## RECORDS PROVIDED
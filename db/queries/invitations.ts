import { and, desc, eq, gt, isNull } from "drizzle-orm";
import type { Role } from "@/lib/vocabulary";
import { assertCan, type Member } from "@/lib/auth/can";
import { hashToken, newToken } from "@/lib/auth/tokens";
import { ConflictError, ForbiddenError, GoneError, NotFoundError, notFound } from "@/lib/errors";
import { getDb } from "../client";
import { invitations, memberships, users, workshops } from "../schema";
import { recordAudit } from "./audit";
import { isMemberOf } from "./members";

/** A week: long enough to reach someone on holiday, short enough that an old e-mail is harmless. */
export const INVITATION_TTL_MS = 7 * 24 * 3_600_000;

export type InvitationState = "pending" | "expired" | "accepted" | "revoked";

function stateOf(row: { expiresAt: Date; acceptedAt: Date | null; revokedAt: Date | null }, now = Date.now()): InvitationState {
  if (row.acceptedAt) return "accepted";
  if (row.revokedAt) return "revoked";
  return row.expiresAt.getTime() <= now ? "expired" : "pending";
}

/** Invitations not yet accepted or revoked, newest first (expired ones too, so the owner can send again). */
export function listInvitations(member: Member) {
  assertCan(member, "manageMembers", "see invitations");
  return getDb()
    .select({
      id: invitations.id,
      email: invitations.email,
      role: invitations.role,
      expiresAt: invitations.expiresAt,
      createdAt: invitations.createdAt,
      acceptedAt: invitations.acceptedAt,
      revokedAt: invitations.revokedAt,
      invitedBy: users.name,
    })
    .from(invitations)
    .leftJoin(users, eq(users.id, invitations.invitedBy))
    .where(and(eq(invitations.workshopId, member.workshopId), isNull(invitations.acceptedAt), isNull(invitations.revokedAt)))
    .orderBy(desc(invitations.createdAt), desc(invitations.id))
    .limit(50)
    .all()
    .map(({ acceptedAt: _a, revokedAt: _r, ...row }) => ({ ...row, state: stateOf({ ...row, acceptedAt: null, revokedAt: null }) }));
}
export type InvitationRow = ReturnType<typeof listInvitations>[number];

/** A new invitation; an earlier pending one to the same address stops working, so only the newest link joins. */
export function createInvitation(member: Member, input: { email: string; role: Role }) {
  assertCan(member, "manageMembers", "invite members");
  const { token, hash } = newToken();
  const expiresAt = new Date(Date.now() + INVITATION_TTL_MS);
  return getDb().transaction(
    (tx) => {
      const existing = tx.select({ id: users.id }).from(users).where(eq(users.email, input.email)).get();
      if (existing && isMemberOf(tx, member.workshopId, existing.id)) {
        throw new ConflictError("That person is already a member.", { email: "Already a member of this workshop; change their role in the list instead." });
      }
      const now = new Date();
      tx.update(invitations)
        .set({ revokedAt: now })
        .where(
          and(eq(invitations.workshopId, member.workshopId), eq(invitations.email, input.email), isNull(invitations.acceptedAt), isNull(invitations.revokedAt)),
        )
        .run();
      const row = tx
        .insert(invitations)
        .values({ workshopId: member.workshopId, email: input.email, role: input.role, tokenHash: hash, invitedBy: member.userId, expiresAt })
        .returning({ id: invitations.id, email: invitations.email, role: invitations.role, expiresAt: invitations.expiresAt })
        .get();
      recordAudit(tx, {
        workshopId: member.workshopId,
        actorUserId: member.userId,
        action: "invitation.created",
        detail: { email: input.email, role: input.role },
      });
      return { ...row, token };
    },
    { behavior: "immediate" },
  );
}

export function revokeInvitation(member: Member, invitationId: number, reason: "revoked" | "undeliverable" = "revoked") {
  assertCan(member, "manageMembers", "revoke invitations");
  return getDb().transaction((tx) => {
    const row = tx
      .select({ id: invitations.id, email: invitations.email, role: invitations.role, acceptedAt: invitations.acceptedAt, revokedAt: invitations.revokedAt })
      .from(invitations)
      .where(and(eq(invitations.id, invitationId), eq(invitations.workshopId, member.workshopId)))
      .get();
    if (!row) throw notFound("That invitation");
    if (row.acceptedAt) throw new ConflictError("That invitation was already accepted; remove the member instead.");
    if (row.revokedAt) return { id: row.id, email: row.email };
    tx.update(invitations).set({ revokedAt: new Date() }).where(eq(invitations.id, row.id)).run();
    recordAudit(tx, {
      workshopId: member.workshopId,
      actorUserId: member.userId,
      action: "invitation.revoked",
      detail: { email: row.email, role: row.role, reason },
    });
    return { id: row.id, email: row.email };
  });
}

/** What the invite page shows. The token is the credential here: whoever holds the link may see it. */
export function findInvitation(token: string) {
  const row = getDb()
    .select({
      id: invitations.id,
      workshopId: invitations.workshopId,
      workshopName: workshops.name,
      email: invitations.email,
      role: invitations.role,
      expiresAt: invitations.expiresAt,
      acceptedAt: invitations.acceptedAt,
      revokedAt: invitations.revokedAt,
      inviterName: users.name,
    })
    .from(invitations)
    .innerJoin(workshops, eq(workshops.id, invitations.workshopId))
    .leftJoin(users, eq(users.id, invitations.invitedBy))
    .where(eq(invitations.tokenHash, hashToken(token)))
    .get();
  if (!row) return null;
  const account = getDb().select({ id: users.id }).from(users).where(eq(users.email, row.email)).get();
  return {
    id: row.id,
    workshopId: row.workshopId,
    workshopName: row.workshopName,
    email: row.email,
    role: row.role,
    expiresAt: row.expiresAt,
    inviterName: row.inviterName,
    state: stateOf(row),
    accountExists: !!account,
  };
}

export const INVITATION_GONE: Record<Exclude<InvitationState, "pending">, string> = {
  expired: "This invitation has expired. Ask the workshop owner to send a new one.",
  accepted: "This invitation has already been used. Sign in to reach the workshop.",
  revoked: "This invitation was withdrawn by the workshop owner.",
};

/**
 * Joins the invitation's workshop with its role, as an existing user or a new one created here, all
 * in one transaction. The conditional update makes the link single-use even when two tabs race.
 */
export function acceptInvitation(token: string, who: { userId: number } | { name: string; passwordHash: string }) {
  return getDb().transaction(
    (tx) => {
      const inv = tx
        .select()
        .from(invitations)
        .where(eq(invitations.tokenHash, hashToken(token)))
        .get();
      if (!inv) throw new NotFoundError("That invitation link is not valid. Check you opened the whole link from the e-mail.");
      const state = stateOf(inv);
      if (state !== "pending") throw new GoneError(INVITATION_GONE[state]);

      let user: { id: number; name: string; sessionVersion: number };
      if ("userId" in who) {
        const found = tx
          .select({ id: users.id, name: users.name, email: users.email, sessionVersion: users.sessionVersion })
          .from(users)
          .where(eq(users.id, who.userId))
          .get();
        if (!found || found.email !== inv.email) throw new ForbiddenError(`This invitation is for ${inv.email}.`);
        user = found;
      } else {
        if (tx.select({ id: users.id }).from(users).where(eq(users.email, inv.email)).get()) {
          throw new ConflictError("That e-mail already has an account; join with its password instead.");
        }
        user = tx
          .insert(users)
          .values({ email: inv.email, name: who.name, passwordHash: who.passwordHash })
          .returning({ id: users.id, name: users.name, sessionVersion: users.sessionVersion })
          .get();
      }
      if (isMemberOf(tx, inv.workshopId, user.id)) throw new ConflictError("You already belong to this workshop. Sign in to reach it.");

      const used = tx
        .update(invitations)
        .set({ acceptedAt: new Date() })
        .where(and(eq(invitations.id, inv.id), isNull(invitations.acceptedAt), isNull(invitations.revokedAt), gt(invitations.expiresAt, new Date())))
        .run();
      if (used.changes !== 1) throw new GoneError(INVITATION_GONE.accepted);
      tx.insert(memberships).values({ workshopId: inv.workshopId, userId: user.id, role: inv.role }).run();
      recordAudit(tx, {
        workshopId: inv.workshopId,
        actorUserId: user.id,
        action: "member.joined",
        detail: { name: user.name, email: inv.email, role: inv.role },
      });
      return { userId: user.id, sessionVersion: user.sessionVersion, workshopId: inv.workshopId, role: inv.role };
    },
    { behavior: "immediate" },
  );
}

## WORK ORDER
Select from the material above each line in which the string "Sign" appears, and list those lines.

## COMPLETED EXERCISE
  accepted: "This invitation has already been used. Sign in to reach the workshop.",
      if (isMemberOf(tx, inv.workshopId, user.id)) throw new ConflictError("You already belong to this workshop. Sign in to reach it.");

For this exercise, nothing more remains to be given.